401569: GYM100495 A Crystals

Magicians at our University want to be alchemists. They work with crystals - they can mix some set of crystals and get another set of crystals. Of course, it is needed that these changes comply with the rules because to change the set of crystals would be impossible otherwise even for magicians!

As in real life, a lot of work is needed to do to change sets of crystals. Therefore, each rule has a fixed amount of work it requires to apply.

Magicians buy potato chips and find some magical crystals in the packages. There can't exist more than one crystal of the same type, because the stronger crystal of the same type consumes the weaker and, finally, the one crystal is left.

There is a special set of crystals called "the dream set". When magician owns all crystals of the dream set and nothing more, he is very proud of that (equally to a kid who collects all puponauts).

You are given the set magician owns initially, the dream set and the rules. You need to answer whether it is possible to get only the dream set and to print the minimal needed amount of work to get it. They will decide themselves if it is worth doing.

Notes:

• a magician can pick all his set or only a part of it when applying the rules, while he should get exactly the dream set in the end;
• a magician can apply any number of rules and as many times as he likes.

For example, if he owns crystals {1, 2, 3} and the rule is that we can change {2, 3} to {3, 4}, the magician can get {1, 3, 4} if he wants.
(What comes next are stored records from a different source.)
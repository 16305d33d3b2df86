/**
 * The live bench and the test-signal page in Chromium, with Chromium's fake capture device playing
 * a WAV file written here by the analysis module's generator.
 *
 * What the fake device delivers (measured with Chromium 156 while writing this test):
 * - it runs at 44.1 kHz, 2 channels, whatever the file: a 44.1 kHz file arrives sample-exact
 *   (a −20 dBFS tone reads −20.000 dBFS), a 48 kHz file arrives 1–3 % off pitch with a step at
 *   each loop, and a 24-bit PCM file arrives silent; 16-bit PCM and 32-bit float work;
 * - it loops the file, after 10–70 ms of leading silence;
 * - on a busy machine it now and then drops or repeats a 10 ms buffer: a step in the waveform that
 *   reads as a click, costs up to 0.04 dB of level in a one-second window and spreads some energy
 *   into THD+N.
 * So the file is 44.1 kHz float, a whole number of cycles long (it loops without a step), and the
 * assertions allow for a dropped buffer: levels within ±0.1 dB, the tone within ±0.5 Hz, clicks at
 * least the number built into the file (more when a buffer dropped).
 */
import { afterAll, beforeAll, describe, expect, it } from 'vitest';
import { mkdtempSync, readFileSync, rmSync, writeFileSync } from 'node:fs';
import { tmpdir } from 'node:os';
import { join, resolve } from 'node:path';
import { fileURLToPath } from 'node:url';
import { chromium, type Browser, type BrowserContext, type Page } from 'playwright-core';
import { addClick, analyzeWavBytes, encodeWav, generateSine } from '../../analysis/index';
import { ensureWebBuild } from '../../scripts/lib/web-build';
import { startTestServer } from '../support/server';
import { signedIn, type ApiClient } from '../support/client';
import { launchChromium } from '../support/browser';
import type { RunningServer } from '../../server/main';
import type { Calibration } from '../../shared/calibrations';
import type { CaptureSummary } from '../../shared/captures';
import type { JobSummary } from '../../shared/jobs';
import type { TestPoint } from '../../shared/test-points';

const root = resolve(fileURLToPath(new URL('../..', import.meta.url)));
const FS = 44_100;
const LOOP_SECONDS = 2;
/** One 0.5 ms burst of amplitude 0.05 (−26 dBFS peak) in the left channel, 1 s into each loop. */
const CLICK_AT_S = 1;

let server: RunningServer;
let browser: Browser;
let context: BrowserContext;
let tech: ApiClient;
let dir: string;
/** Captures this file adds to the demo job, removed again so other tests find the demo as seeded. */
const added: number[] = [];

/** 2 s loop: left 997 Hz at −20 dBFS with one click, right the same tone at −60 dBFS (40 dB separation). */
function fakeInputWav(): Uint8Array {
  const left = generateSine({ sampleRate: FS, seconds: LOOP_SECONDS, frequencyHz: 997, levelDbfs: -20 })[0]!;
  const right = generateSine({ sampleRate: FS, seconds: LOOP_SECONDS, frequencyHz: 997, levelDbfs: -60 })[0]!;
  addClick(left, FS, { frame: CLICK_AT_S * FS, amplitude: 0.05, shape: 'burst' });
  return encodeWav([left, right], FS, 'float32');
}

beforeAll(async () => {
  const dist = ensureWebBuild(root, () => {});
  server = await startTestServer({ WEB_DIST: dist });
  tech = await signedIn(server.url, 'tech@quietpath.test');
  dir = mkdtempSync(join(tmpdir(), 'quietpath-live-'));
  const wav = join(dir, 'bench-input.wav');
  writeFileSync(wav, fakeInputWav());
  browser = await launchChromium(chromium, [
    '--use-fake-device-for-media-stream',
    '--use-fake-ui-for-media-stream',
    `--use-file-for-fake-audio-capture=${wav}`,
    '--autoplay-policy=no-user-gesture-required',
  ]);
  context = await browser.newContext();
  await signIn();
});
afterAll(async () => {
  for (const id of added) await tech.del(`/api/captures/${id}`);
  await browser?.close();
  await server?.close();
  if (dir) rmSync(dir, { recursive: true, force: true });
});

/** Signs the technician in once; every page of the context then shares the session. */
async function signIn(): Promise<void> {
  const page = await context.newPage();
  await page.goto(`${server.url}/jobs`);
  await page.waitForURL(/\/sign-in/);
  await page.fill('input[name=email]', 'tech@quietpath.test');
  await page.fill('input[name=password]', 'bench-demo-2026');
  await page.click('button[type=submit]');
  await page.waitForURL((u) => u.pathname === '/jobs');
  await page.close();
}

async function open(path: string): Promise<Page> {
  const page = await context.newPage();
  // A loaded machine (Chromium, the server and its analysis worker on two cores) is slow to start pages.
  page.setDefaultTimeout(60_000);
  await page.goto(`${server.url}${path}`);
  return page;
}

const figure = (text: string | null) => Number((text ?? '').replace('−', '-').replace('>', '').trim());

interface Reading {
  atS: string;
  level: number[];
  tone: number;
  separation: number;
  clicks: number;
}

async function read(page: Page): Promise<Reading> {
  const table = page.getByTestId('live-figures');
  const cell = (ch: number, name: string) => table.locator(`tr[data-channel="${ch}"] [data-figure="${name}"]`).textContent();
  return {
    atS: (await page.locator('.live-figures .small').textContent()) ?? '',
    level: [figure(await cell(0, 'level')), figure(await cell(1, 'level'))],
    tone: figure(await cell(0, 'tone-hz')),
    separation: figure(await page.locator('[data-figure="separation-0-1"]').textContent()),
    clicks: figure(await cell(0, 'clicks')),
  };
}

const median = (xs: number[]) => [...xs].sort((a, b) => a - b)[Math.floor(xs.length / 2)]!;

describe('live bench on the fake capture device', () => {
  it('shows level, tone, separation and clicks of the known signal several times a second, and calibrates from it', { timeout: 120_000 }, async () => {
    const page = await open('/live');
    await page.getByRole('heading', { name: 'Live bench' }).waitFor();
    await expect(page.locator('.caution').first().textContent()).resolves.toMatch(/proper attenuation[\s\S]*Mains voltages[\s\S]*service manual/);
    await page.getByTestId('live-start').click();
    await page.getByTestId('live-input-info').waitFor();
    const info = (await page.getByTestId('live-input-info').textContent()) ?? '';
    expect(info).toMatch(/stereo/);
    await page.getByTestId('live-figures').waitFor();
    // Once the one-second window is full, sample the figures for three seconds.
    await page.locator('.live-figures .small', { hasText: 'last 1.00 s' }).waitFor({ timeout: 15_000 });
    const readings: Reading[] = [];
    const until = Date.now() + 3000;
    while (Date.now() < until) {
      readings.push(await read(page));
      await page.waitForTimeout(100);
    }
    const updates = new Set(readings.map((r) => r.atS)).size;
    expect(updates).toBeGreaterThanOrEqual(6); // ~4 per second → 12 in 3 s; 6 leaves room for a slow machine
    // A dropped buffer arrives as 10 ms of zeros: it can only lower a level, and lowers both
    // channels alike, so the difference between them and the separation stay exact.
    const left = median(readings.map((r) => r.level[0]!));
    expect(left).toBeLessThanOrEqual(-19.99);
    expect(left).toBeGreaterThan(-20.5);
    expect(median(readings.map((r) => r.level[0]! - r.level[1]!))).toBeCloseTo(40, 1);
    expect(Math.abs(median(readings.map((r) => r.separation)) - 40)).toBeLessThan(0.15);
    expect(Math.abs(median(readings.map((r) => r.tone)) - 997)).toBeLessThan(0.5);
    // The file clicks once per 2 s loop; by now at least 4 s have played.
    expect(readings.at(-1)!.clicks).toBeGreaterThanOrEqual(1);

    // Calibration: the left channel carries "1.000 V RMS" (the default reference) at −20 dBFS, so the
    // card's full scale is 1 V / 10^(−20/20) = 10 V RMS (shared/recordings.ts voltsAtFullScaleFrom).
    const name = `Fake card ${Date.now()}`;
    await page.getByPlaceholder('Card, gain setting and probe').fill(name);
    await page.getByTestId('cal-measure').click();
    await page.getByTestId('cal-result').waitFor();
    const dbfs = figure(await page.locator('[data-figure=cal-dbfs]').textContent());
    const vfs = figure(await page.locator('[data-figure=cal-vfs]').textContent());
    expect(dbfs).toBeLessThanOrEqual(-19.99);
    expect(dbfs).toBeGreaterThan(-20.5);
    expect(vfs).toBeCloseTo(1 / 10 ** (dbfs / 20), 2);
    await page.getByTestId('cal-save').click();
    await page.getByText(`Saved “${name}”`).waitFor();
    const profiles = (await tech.get<Calibration[]>('/api/calibrations')).body;
    const saved = profiles.find((p) => p.name === name)!;
    expect(saved.probeAttenuation).toBe(1);
    expect(saved.voltsAtFullScale).toBeCloseTo(vfs, 3);
    expect((await tech.del(`/api/calibrations/${saved.id}`)).status).toBe(204);

    await page.getByTestId('live-stop').click();
    await page.close();
  });

  it('a five-second soak test is saved on demo job 1 with its test point and measured, clicks counted', { timeout: 120_000 }, async () => {
    const job = (await tech.get<JobSummary[]>('/api/jobs')).body.find((j) => j.unitLabel.includes('Vellmark Solace 70'))!;
    const points = (await tech.get<TestPoint[]>(`/api/jobs/${job.id}/test-points`)).body;
    const selector = points.find((p) => p.name === 'Input selector output')!;
    const page = await open(`/live?jobId=${job.id}`);
    await page.getByTestId('live-start').click();
    await page.getByTestId('live-figures').waitFor();
    await page.locator('#soak-test-point').click();
    await page.getByRole('option', { name: `${selector.position}. ${selector.name}` }).click();
    await page.locator('#soak-seconds').fill('5');
    await page.locator('#soak-seconds').blur();
    await page.getByTestId('soak-start').click();
    await page.locator('[data-testid=soak-capture][data-capture-state=done]').waitFor({ timeout: 90_000 });

    const id = Number(await page.getByTestId('soak-capture').getAttribute('data-capture-id'));
    added.push(id);
    const liveTexts = await page.locator('.soak-clicks').allTextContents();
    const liveClicks = Math.max(...liveTexts.map((t) => figure(t.replace(/^\D+/, ''))));
    const shownClicks = figure(await page.locator('[data-figure=saved-clicks]').textContent());
    const capture = (await tech.get<CaptureSummary>(`/api/captures/${id}`)).body;
    expect(capture).toMatchObject({ jobId: job.id, testPointId: selector.id, phase: 'before', stimulus: 'tone', state: 'done', channels: 2, bitsPerSample: 24 });
    expect(capture.sampleRate).toBe(FS);
    expect(Math.abs(capture.durationS - 5)).toBeLessThan(0.01);
    // 5 s of a 2 s loop with one click each holds 2 or 3 clicks; a dropped buffer adds one.
    expect(capture.figures!.clickCount).toBeGreaterThanOrEqual(2);
    expect(shownClicks).toBe(capture.figures!.clickCount);
    // The live count and the saved analysis (both the worst channel) see the same samples; they can
    // differ by a click at the recording's edges, and by a stretch the live view skipped when the
    // machine could not keep up (it then says so), which a burst of dropped buffers makes two.
    expect(Math.abs(liveClicks - capture.figures!.clickCount)).toBeLessThanOrEqual(2);
    // Dropped buffers lower the level of the recording, never raise it; separation is unaffected.
    expect(capture.figures!.levelDbfs!).toBeLessThanOrEqual(-19.99);
    expect(capture.figures!.levelDbfs!).toBeGreaterThan(-21);
    expect(Math.abs(capture.figures!.separationDb! - 40)).toBeLessThan(0.1);
    const unfinished = await tech.get<unknown[]>(`/api/recordings?jobId=${job.id}`);
    expect(unfinished.body).toEqual([]);
    await page.close();
  });
});

describe('test signals page', () => {
  it('makes a −20 dBFS 997 Hz file that the engine reads back at −20.00 dBFS', { timeout: 120_000 }, async () => {
    const page = await open('/test-signals');
    await page.getByRole('heading', { name: 'Test signals' }).waitFor();
    const [download] = await Promise.all([page.waitForEvent('download'), page.getByTestId('signal-make').click()]);
    expect(download.suggestedFilename()).toBe('sine-997Hz-minus20dBFS-both-48k-24bit-10s.wav');
    const path = join(dir, 'downloaded.wav');
    await download.saveAs(path);
    const result = analyzeWavBytes(new Uint8Array(readFileSync(path)));
    expect(result.file).toMatchObject({ sampleRate: 48_000, channels: 2, bitsPerSample: 24, durationS: 10 });
    for (const ch of result.channels) expect(Math.abs(ch.rmsDbfs! - -20)).toBeLessThan(0.01);
    await expect(page.getByTestId('signal-check').textContent()).resolves.toBe('left −20.00 dBFS at 997.0 Hz, right −20.00 dBFS at 997.0 Hz');
    await page.close();
  });
});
But that would not satisfy him if the dream set was {1, 4}.

The first line contains the number of test cases T (1 ≤ T ≤ 50).

In the first line of every test case there are two integers n (1 ≤ n ≤ 12) and m (1 ≤ m ≤ 1000) - the number of different types of crystals and the number of rules.

The set of crystals is described with the number of its elements size (1 ≤ size ≤ n) and then size number of distinct integers, which shows the types of crystals belonging to the set (0 ≤ type ≤ n - 1). All numbers are separated by spaces.

In the second line of every test case there is an initial set of crystals owned by a magician.

In the the third line there is the dream set.

In the following m lines the rules are described as “work S1 S2” - (1 ≤ work ≤ 10⁹), S1 and S2 are the sets of crystals. The integer amount of work is needed to be done to change the set S1 to the set S2.

For each test case output one line containing “Case #tc: YES work” or “Case #tc: NO” where tc is the number of the test case (starting from 1), “YES” or “NO” shows whether is it possible to get the dream set of crystals and work is the minimal amount of work which is needed to be done to get this set.

2
1 1
1 0
1 0
1 1 0 1 0
3 1
2 0 1
1 2
1000000000 1 1 1 2

Case #1: YES 0
Case #2: NO